§ What is expected:
Here are the records. Write out exactly the lines between the one holding "from its decisions." and the one holding "const items = views.map((v, i)", inclusive.

§ Records provided:

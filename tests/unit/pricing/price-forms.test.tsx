// @vitest-environment jsdom
/** The price forms share one state (components/pricing/usePriceForm): what each sends, keeps and resets. */
import { afterEach, describe, expect, it, vi } from 'vitest';
import { cleanup, fireEvent, render, screen } from '@testing-library/react';

const router = vi.hoisted(() => ({ push: vi.fn(), refresh: vi.fn(), replace: vi.fn() }));
vi.mock('next/navigation', () => ({ useRouter: () => router }));
const actions = vi.hoisted(() => ({
  addIngredientPriceAction: vi.fn(), addPackagingPriceAction: vi.fn(), saveCostSettingsAction: vi.fn(), setRefuseAction: vi.fn(),
}));
vi.mock('@/lib/pricing/actions', () => actions);

import { IngredientPriceForm } from '@/components/pricing/IngredientPriceForm';
import { PackagingPriceForm } from '@/components/pricing/PackagingPriceForm';
import { CostSettingsForm } from '@/components/pricing/CostSettingsForm';
import { RefuseForm } from '@/components/pricing/RefuseForm';

const type = (label: string, value: string) => fireEvent.change(screen.getByLabelText(label), { target: { value } });
const valueOf = (label: string) => (screen.getByLabelText(label) as HTMLInputElement).value;
const SUGAR = '11111111-1111-4111-8111-111111111111';
const LID = '22222222-2222-4222-8222-222222222222';

afterEach(() => {
  cleanup();
  vi.clearAllMocks();
});

describe('the ingredient price form', () => {
  it('sends typed numbers, keeps the ingredient and unit after a save and empties the rest; a refusal keeps everything', async () => {
    actions.addIngredientPriceAction.mockResolvedValueOnce({ ok: false, status: 422, error: 'A price cannot be negative.', fields: { packPrice: ['A price cannot be negative.'] } });
    render(<IngredientPriceForm currency="GBP" ingredients={[{ id: SUGAR, name: 'Sucrose' }]} defaultUnit="kg" today="2026-12-03" />);
    fireEvent.change(screen.getByLabelText('Ingredient'), { target: { value: SUGAR } });
    type('Price of one pack (GBP)', '-4');
    type('Pack size', '2,5');
    type('Supplier (optional)', '  ');
    fireEvent.click(screen.getByRole('button', { name: 'Add price' }));
    expect((await screen.findAllByText('A price cannot be negative.')).length).toBeGreaterThan(0);
    expect(actions.addIngredientPriceAction).toHaveBeenCalledWith({ ingredientId: SUGAR, packPrice: '-4', packSize: 2.5, packUnit: 'kg', supplier: null, validFrom: '2026-12-03' });
    expect(valueOf('Price of one pack (GBP)')).toBe('-4');
    expect(router.refresh).not.toHaveBeenCalled();

    actions.addIngredientPriceAction.mockResolvedValueOnce({ ok: true, data: { priceId: 'x' } });
    type('Price of one pack (GBP)', '24.50');
    fireEvent.change(screen.getByLabelText('Unit'), { target: { value: 'lb' } });
    fireEvent.click(screen.getByRole('button', { name: 'Add price' }));
    await screen.findByText('Price added. Earlier prices are kept.');
    expect(router.refresh).toHaveBeenCalledTimes(1);
    expect(valueOf('Ingredient')).toBe(SUGAR);
    expect(valueOf('Unit')).toBe('lb');
    expect(valueOf('Price of one pack (GBP)')).toBe('');
    expect(valueOf('Pack size')).toBe('');
    // The next edit takes the "saved" line away.
    type('Pack size', '25');
    expect(screen.queryByText('Price added. Earlier prices are kept.')).toBeNull();
  });

  it('has no ingredient list on an ingredient’s own page', () => {
    render(<IngredientPriceForm currency="EUR" ingredients={[]} fixedIngredientId={SUGAR} defaultUnit="kg" today="2026-12-03" />);
    expect(screen.queryByLabelText('Ingredient')).toBeNull();
  });
});

describe('the packaging price form', () => {
  it('sends the pieces as a number and keeps the item after a save', async () => {
    actions.addPackagingPriceAction.mockResolvedValueOnce({ ok: true, data: { priceId: 'x' } });
    render(<PackagingPriceForm currency="GBP" items={[{ id: LID, name: 'Lid' }]} today="2026-12-03" />);
    fireEvent.change(screen.getByLabelText('Packaging item'), { target: { value: LID } });
    type('Price of one pack (GBP)', '61.00');
    type('Pieces in the pack', '1000');
    fireEvent.click(screen.getByRole('button', { name: 'Add packaging price' }));
    await screen.findByText('Price added. Earlier prices are kept.');
    expect(actions.addPackagingPriceAction).toHaveBeenCalledWith({ packagingItemId: LID, packPrice: '61.00', piecesPerPack: 1000, supplier: null, validFrom: '2026-12-03' });
    expect(valueOf('Packaging item')).toBe(LID);
    expect(valueOf('Pieces in the pack')).toBe('1');
  });
});

describe('the packaging price form’s hint', () => {
  it('fits any packaging item, not only labels (a jar’s own price page showed “Labels by the thousand”)', () => {
    render(<PackagingPriceForm currency="GBP" items={[{ id: LID, name: 'Jar 340 g' }]} fixedItemId={LID} today="2026-12-03" />);
    const hint = screen.getByText(/How many pieces the price buys/);
    expect(hint.textContent).toContain('12 for a tray of 12 jars');
    expect(screen.queryByText(/Labels by the thousand/)).toBeNull();
  });
});

describe('the cost settings and refuse forms', () => {
  it('keep what was saved on screen, and blank or junk numbers go to the server as NaN for its message', async () => {
    actions.saveCostSettingsAction.mockResolvedValueOnce({ ok: true, data: undefined });
    render(<CostSettingsForm settings={{ currency: 'GBP', overfillPct: 2, costWarningPct: 5 }} currencies={[{ code: 'GBP', label: 'Pound sterling' }]} currencyLocked={false} />);
    type('Filling overfill (%)', '1,5');
    type('Warn when a product’s cost per jar has moved by more than (%)', 'lots');
    fireEvent.click(screen.getByRole('button', { name: 'Save cost settings' }));
    await screen.findByText('Saved.');
    expect(actions.saveCostSettingsAction).toHaveBeenCalledWith({ currency: 'GBP', overfillPct: 1.5, costWarningPct: Number.NaN });
    expect(valueOf('Filling overfill (%)')).toBe('1,5');
    cleanup();

    actions.setRefuseAction.mockResolvedValueOnce({ ok: false, status: 422, error: 'Some fields need attention.', fields: { refusePct: ['At most 95 %.'] } });
    render(<RefuseForm ingredientId={SUGAR} refusePct={0} />);
    type('Refuse and trim (% of the bought mass)', '120');
    fireEvent.click(screen.getByRole('button', { name: 'Save refuse' }));
    await screen.findByText('At most 95 %.');
    expect(actions.setRefuseAction).toHaveBeenCalledWith({ ingredientId: SUGAR, refusePct: 120 });
    // The field says what is wrong; the summary line is not repeated above it.
    expect(screen.queryByText('Some fields need attention.')).toBeNull();
  });
});
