import { requirePage } from '@/lib/page-guard';
import { IngredientForm } from '@/components/ingredients/IngredientForm';
import { PageHeader } from '@/components/ui/Card';

export const dynamic = 'force-dynamic';
export const metadata = { title: 'New ingredient' };

export default async function NewIngredientPage() {
  await requirePage('ingredients.write');
  return (
    <>
      <PageHeader title="New ingredient" lead="Enter the values you measured or that your supplier’s specification states." />
      <IngredientForm />
    </>
  );
}
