/** What the request form starts from: each variant's default spec and process, and the recommendation. */
export async function getPromotionDraft(actor: Actor, trialId: string): Promise<{
  trial: { id: string; code: string; title: string };
  variants: PromotionDraftVariant[];
  recommendedVariantId: string | null;
  recommendationRationale: string | null;
  products: PromotionTargetProduct[];
  pending: PromotionSummary | null;
  resubmission: PromotionResubmission | null;
}> {
  const trial = await getTrialOverview(actor, trialId);
  const em = await getEm();
  const row = await em.findOne(Trial, { ...inWorkspace(actor), id: trialId });
  const variants = trial.variants.map((v): PromotionDraftVariant => {
    const c = v.computation;
    const fruits = fruitsOf(v.lines);
    if (!c) return { id: v.id, label: v.label, description: v.description, complianceOverall: null, productClass: v.settings.productClass, preservation: v.settings.preservation ?? null, fruits, defaults: null };
    const spec = defaultQcSpec(c);
    return {
      id: v.id, label: v.label, description: v.description, complianceOverall: c.compliance.overall, productClass: c.settings.productClass, preservation: c.settings.preservation ?? null, fruits,
      defaults: {
        spec,
        process: { endPointSeaLevelC: Math.round(estimateEndPoint({ targetSolidsPct: c.settings.targetSolidsPct }).endPointC * 10) / 10, fillTempC: DEFAULT_FILL_TEMP_C, cookNotes: '' },
        cautions: qcSpecCautions(spec, c.settings.productClass, c.settings.preservation),
      },
    };
  });
  const pending = (await listPromotionRequests(actor, { status: 'pending' })).find((p) => p.trial.id === trialId) ?? null;
  return {
    trial: { id: trial.id, code: trial.code, title: trial.title },
    variants,
    recommendedVariantId: row?.recommendedVariantId ?? null,
    recommendationRationale: row?.recommendationRationale ?? null,
    products: await listPromotableProducts(actor),
    pending,
    resubmission: pending ? null : await resubmissionOf(actor, trialId),
  };
}

/**
 * The trial's latest request when it was sent back: a new request is filed after it (the mutation links
 * them), and the form starts from what it asked for.
 */
async function resubmissionOf(actor: Actor, trialId: string): Promise<PromotionResubmission | null> {
  const em = await getEm();
  const last = await em.findOne(PromotionRequest, { ...inWorkspace(actor), trial: trialId }, { orderBy: { number: 'desc' } });
  if (!last || last.status !== 'sent_back') return null;
  return {
    id: last.id, code: promotionCode(last.number), sentBackBecause: last.decisionComment ?? '',
    variantId: last.variantId, productId: last.product?.id ?? null, newProductName: last.newProductName ?? null, newProductCode: last.newProductCode ?? null,
    rationale: last.rationale, process: last.process, spec: last.spec,
  };
}

/** The kitchen's worklist: batches still on hold (not yet released or rejected), and the batches recorded today. */
export async function batchWorklist(actor: Actor, today: string): Promise<{ held: BatchWorkItem[]; today: BatchWorkItem[] }> {
  const em = await getEm();
  // Candidates: anything that was not a plain pass at recording, and today's batches; where each stands comes from its decisions.
  const rows = (await em.find(
    BatchRecord,
    { ...inWorkspace(actor), $or: [{ outcome: { $ne: 'pass' } }, { batchDate: today }] },
    { populate: [...BATCH_POPULATE, 'product'], orderBy: { batchDate: 'desc', createdAt: 'desc' }, limit: 200 },
  ));
  const views = await withDecisions(actor, rows);
  const items = views.map((v, i) => ({
    id: v.id, lotCode: v.lotCode, batchDate: v.batchDate, productId: rows[i].product.id, productName: rows[i].product.name,
    status: v.status, latestOutcome: v.latestOutcome,
  }));
  return { held: items.filter((b) => b.status === 'held'), today: items.filter((b) => b.batchDate === today) };
}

§ Task output:
  // Candidates: anything that was not a plain pass at recording, and today's batches; where each stands comes from its decisions.
  const rows = (await em.find(
    BatchRecord,
    { ...inWorkspace(actor), $or: [{ outcome: { $ne: 'pass' } }, { batchDate: today }] },
    { populate: [...BATCH_POPULATE, 'product'], orderBy: { batchDate: 'desc', createdAt: 'desc' }, limit: 200 },
  ));
  const views = await withDecisions(actor, rows);
  const items = views.map((v, i) => ({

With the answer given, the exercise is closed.